Calvinismo e Missões: para a glória de Deus

Josaías Jr.

Obs.: Para saber mais sobre os cinco pontos de Calvinismo, sugiro a nossa série de Pródcasts sobre o assunto.

A doutrina da Eleição não é barreira para Missões. O pecado, sim.

Costuma-se dizer que os reformados não fazem missões porque creem na doutrina da eleição. Acredito que essa acusação é injusta, não porque os calvinistas são exemplo em tudo ou sejam reconhecidos como ardentes colaboradores da causa missionária (mas existem vários assim!), mas porque a Eleição, se bem compreendida, não impede as Missões. O que impede as igrejas calvinistas de realizar a obra missionária é a preguiça, a autojustificação, a falta de amor e um pouco entendimento do senso de urgência.

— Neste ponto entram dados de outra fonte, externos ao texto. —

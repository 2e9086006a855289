import 'server-only';
import type { Transaction } from 'sequelize';
import { HttpError } from '@/lib/http';
import { BillingPeriod } from '@/models';
import { periodLabel } from './periods';
import { advisoryLockCoopBilling, monthInstants } from './queries';

/**
 * Serialises the money writes of one co-op (runs, issue, payments, refunds, void, close) inside
 * the caller's transaction. A co-op has at most a few hundred members and one treasurer, so one
 * lock per co-op costs nothing and rules out every double-spend race between these paths.
 */
export async function lockCoopBilling(t: Transaction, coopId: number): Promise<void> {
  await advisoryLockCoopBilling(t, coopId);
}

/** True when the month ('YYYY-MM-01') is closed for the co-op. */
export async function isPeriodClosed(coopId: number, periodDate: string, t?: Transaction): Promise<boolean> {
  return (await BillingPeriod.count({ where: { coopId, period: periodDate, status: 'closed' }, transaction: t })) > 0;
}
/** The 409 every closed-month refusal answers with (services and the database triggers agree). */
export function periodClosedError(periodDate: string): HttpError {
  const label = periodLabel(periodDate.slice(0, 7));
  return new HttpError(
    409,
    `${label} is closed: its draws, invoices and payments can no longer change. Record the correction as an adjustment in an open month.`,
    undefined,
    {
      code: 'period-closed',
      period: periodDate.slice(0, 7),
    },
  );
}

/** Refuses (409) when the month is closed. */
export async function assertPeriodOpen(coopId: number, periodDate: string, t?: Transaction): Promise<void> {
  if (await isPeriodClosed(coopId, periodDate, t)) throw periodClosedError(periodDate);
}

/** The month's first and next-month's first instants in the co-op's time zone. */
export async function periodBounds(
  periodDate: string,
  timeZone: string,
  t?: Transaction,
): Promise<{ start: Date; end: Date }> {
  return monthInstants(periodDate, timeZone, t);
}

Muitas vezes, ouvimos relatos de conversões e rapidamente respondemos que números de mãos levantadas não representam necessariamente conversões ou que técnicas antibíblicas de evangelismo podem provocar mais dano que bênção.  Concordo com tudo isso. Mas temo que muitas vezes eu (e outros reformados) falo isso sentado em meu sofá enquanto assisto uma maratona de Doctor Who. Ver o episódio seguinte é mais interessante que o próximo – e o distante.

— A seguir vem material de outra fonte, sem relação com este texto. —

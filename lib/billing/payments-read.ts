import 'server-only';
import { exec, int, select, type Bind } from './db';
import type { Transaction } from 'sequelize';
import { invoiceLabel, periodToDate } from './periods';
import type { PageOf, PaymentDTO, RefundDTO } from './types';

interface PaymentRow {
  id: number; method: PaymentDTO['method']; membership_id: number; member_name: string; invoice_id: number | null; inv_number: number | null;
  inv_kind: 'invoice' | 'credit-note' | null; inv_period: string | null; amount_cents: string; applied_cents: string; credited_cents: string;
  unallocated_cents: string; refunded_cents: string; received_on: string; period: string; reference: string | null; note: string | null;
  period_closed: boolean; member_credit: string;
}

const PAYMENT_SELECT = `
  SELECT p.id, p.method, p.membership_id, u.name AS member_name, p.invoice_id, i.number AS inv_number, i.kind AS inv_kind,
         to_char(i.period, 'YYYY-MM') AS inv_period, p.amount_cents, p.applied_cents, p.credited_cents, p.unallocated_cents, p.refunded_cents,
         to_char(p.received_on, 'YYYY-MM-DD') AS received_on, to_char(p.period, 'YYYY-MM') AS period, p.reference, p.note,
         EXISTS (SELECT 1 FROM billing_periods bp WHERE bp.coop_id = p.coop_id AND bp.period = p.period AND bp.status = 'closed') AS period_closed,
         (SELECT COALESCE(SUM(mc.amount_cents), 0) FROM member_credits mc WHERE mc.coop_id = p.coop_id AND mc.membership_id = p.membership_id) AS member_credit
  FROM payments p
  JOIN memberships m ON m.id = p.membership_id
  JOIN users u ON u.id = m.user_id
  LEFT JOIN invoices i ON i.id = p.invoice_id`;

/**
 * How much of a payment may still be refunded: its unmatched part, plus the part it put into the
 * member's credit as long as that credit has not been spent. Money applied to an invoice is not
 * refunded directly — void the invoice first (its payments become credit) or add an adjustment.
 */
export function refundableCents(p: { unallocated: number; credited: number; memberCredit: number }): number {
  return p.unallocated + Math.max(0, Math.min(p.credited, p.memberCredit));
}

async function withRefunds(coopId: number, rows: PaymentRow[]): Promise<PaymentDTO[]> {
  const ids = rows.map((r) => r.id);
  const refunds = ids.length
    ? await select<{ id: number; payment_id: number; amount_cents: string; status: RefundDTO['status']; reason: string; refunded_on: string; failure_message: string | null }>(
        `SELECT id, payment_id, amount_cents, status, reason, to_char(refunded_on, 'YYYY-MM-DD') AS refunded_on, failure_message
         FROM refunds WHERE coop_id = $coopId AND payment_id = ANY($ids::int[]) ORDER BY id`,
        { coopId, ids },
      )
    : [];
  return rows.map((r) => ({
    id: r.id,
    method: r.method,
    memberId: r.membership_id,
    memberName: r.member_name,
    invoiceId: r.invoice_id,
    invoiceLabel: r.inv_kind ? invoiceLabel(r.inv_kind, r.inv_number) : null,
    invoicePeriod: r.inv_period,
    amountCents: int(r.amount_cents),
    appliedCents: int(r.applied_cents),
    creditedCents: int(r.credited_cents),
    unallocatedCents: int(r.unallocated_cents),
    refundedCents: int(r.refunded_cents),
    refundableCents: refundableCents({ unallocated: int(r.unallocated_cents), credited: int(r.credited_cents), memberCredit: int(r.member_credit) }),
    receivedOn: r.received_on,
    period: r.period,
    reference: r.reference,
    note: r.note,
    periodClosed: r.period_closed,
    refunds: refunds
      .filter((f) => f.payment_id === r.id)
      .map((f) => ({ id: f.id, amountCents: int(f.amount_cents), status: f.status, reason: f.reason, refundedOn: f.refunded_on, failureMessage: f.failure_message })),
  }));
}

/** Payments of the co-op matching an extra condition on `p` (bound parameters in `bind`). */
export async function listPaymentsWhere(coopId: number, where: string, bind: Bind, t?: Transaction): Promise<PaymentDTO[]> {
  const rows = await select<PaymentRow>(`${PAYMENT_SELECT} WHERE p.coop_id = $coopId AND (${where}) ORDER BY p.received_on DESC, p.id DESC`, { ...bind, coopId }, t);
  return withRefunds(coopId, rows);
}

/** One payment of the co-op (null when it is not theirs). */
export async function findPayment(coopId: number, id: number, t?: Transaction): Promise<PaymentDTO | null> {
  const [p] = await listPaymentsWhere(coopId, 'p.id = $id', { id }, t);
  return p ?? null;
}

/** Payments received in a month (or all), optionally only unmatched ones, paged. */
export async function listPayments(coopId: number, f: { period?: string; unmatched?: boolean; page: number; pageSize: number }): Promise<PageOf<PaymentDTO>> {
  const where = ['p.coop_id = $coopId'];
  const bind: Bind = { coopId, limit: f.pageSize, offset: (f.page - 1) * f.pageSize };
  if (f.period) {
    where.push('p.period = $period::date');
    bind.period = periodToDate(f.period);
  }
  if (f.unmatched) where.push('p.unallocated_cents > 0');
  const w = where.join(' AND ');
  const rows = await select<PaymentRow>(`${PAYMENT_SELECT} WHERE ${w} ORDER BY p.received_on DESC, p.id DESC LIMIT $limit OFFSET $offset`, bind);
  const [n] = await select<{ n: number }>(`SELECT count(*)::int AS n FROM payments p WHERE ${w}`, bind);
  return { rows: await withRefunds(coopId, rows), total: n?.n ?? 0, page: f.page, pageSize: f.pageSize };
}

/**
 * Recomputes an invoice's paid amount and status from the payments applied to it (monotonic and
 * idempotent: the same payments always give the same result). Void invoices are left alone.
 */
export async function refreshInvoicePaid(t: Transaction, coopId: number, invoiceId: number): Promise<void> {
  await exec(
    `UPDATE invoices i SET paid_cents = s.paid, updated_at = now(),
       status = CASE WHEN s.paid >= i.total_cents THEN 'paid' WHEN s.paid > 0 THEN 'partly-paid' ELSE 'issued' END
     FROM (SELECT COALESCE(SUM(applied_cents), 0) AS paid FROM payments WHERE invoice_id = $id AND coop_id = $coopId) s
     WHERE i.id = $id AND i.coop_id = $coopId AND i.kind = 'invoice' AND i.status IN ('issued','partly-paid','paid')
       AND (i.paid_cents <> s.paid OR i.status <> CASE WHEN s.paid >= i.total_cents THEN 'paid' WHEN s.paid > 0 THEN 'partly-paid' ELSE 'issued' END)`,
    { id: invoiceId, coopId },
    t,
  );
}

O curioso é que, de fato, a teologia reformada como um todo oferece uma base poderosíssima para a obra missionária. Seus distintivos teológicos, por serem bíblicos, são mais do que precisávamos para nos envolvermos com missões. É por isso que não creio que as igrejas calvinistas não se envolvam com missões e evangelismo. Elas se envolvem, sim. Talvez você não esteja na mesma situação apática que eu e muitos outros, mas acredito que a maioria de nós deveria se envolver de maneira mais sacrificial com Missões.  Poderíamos fazer muito mais se carregássemos nossos pressupostos com mais convicção.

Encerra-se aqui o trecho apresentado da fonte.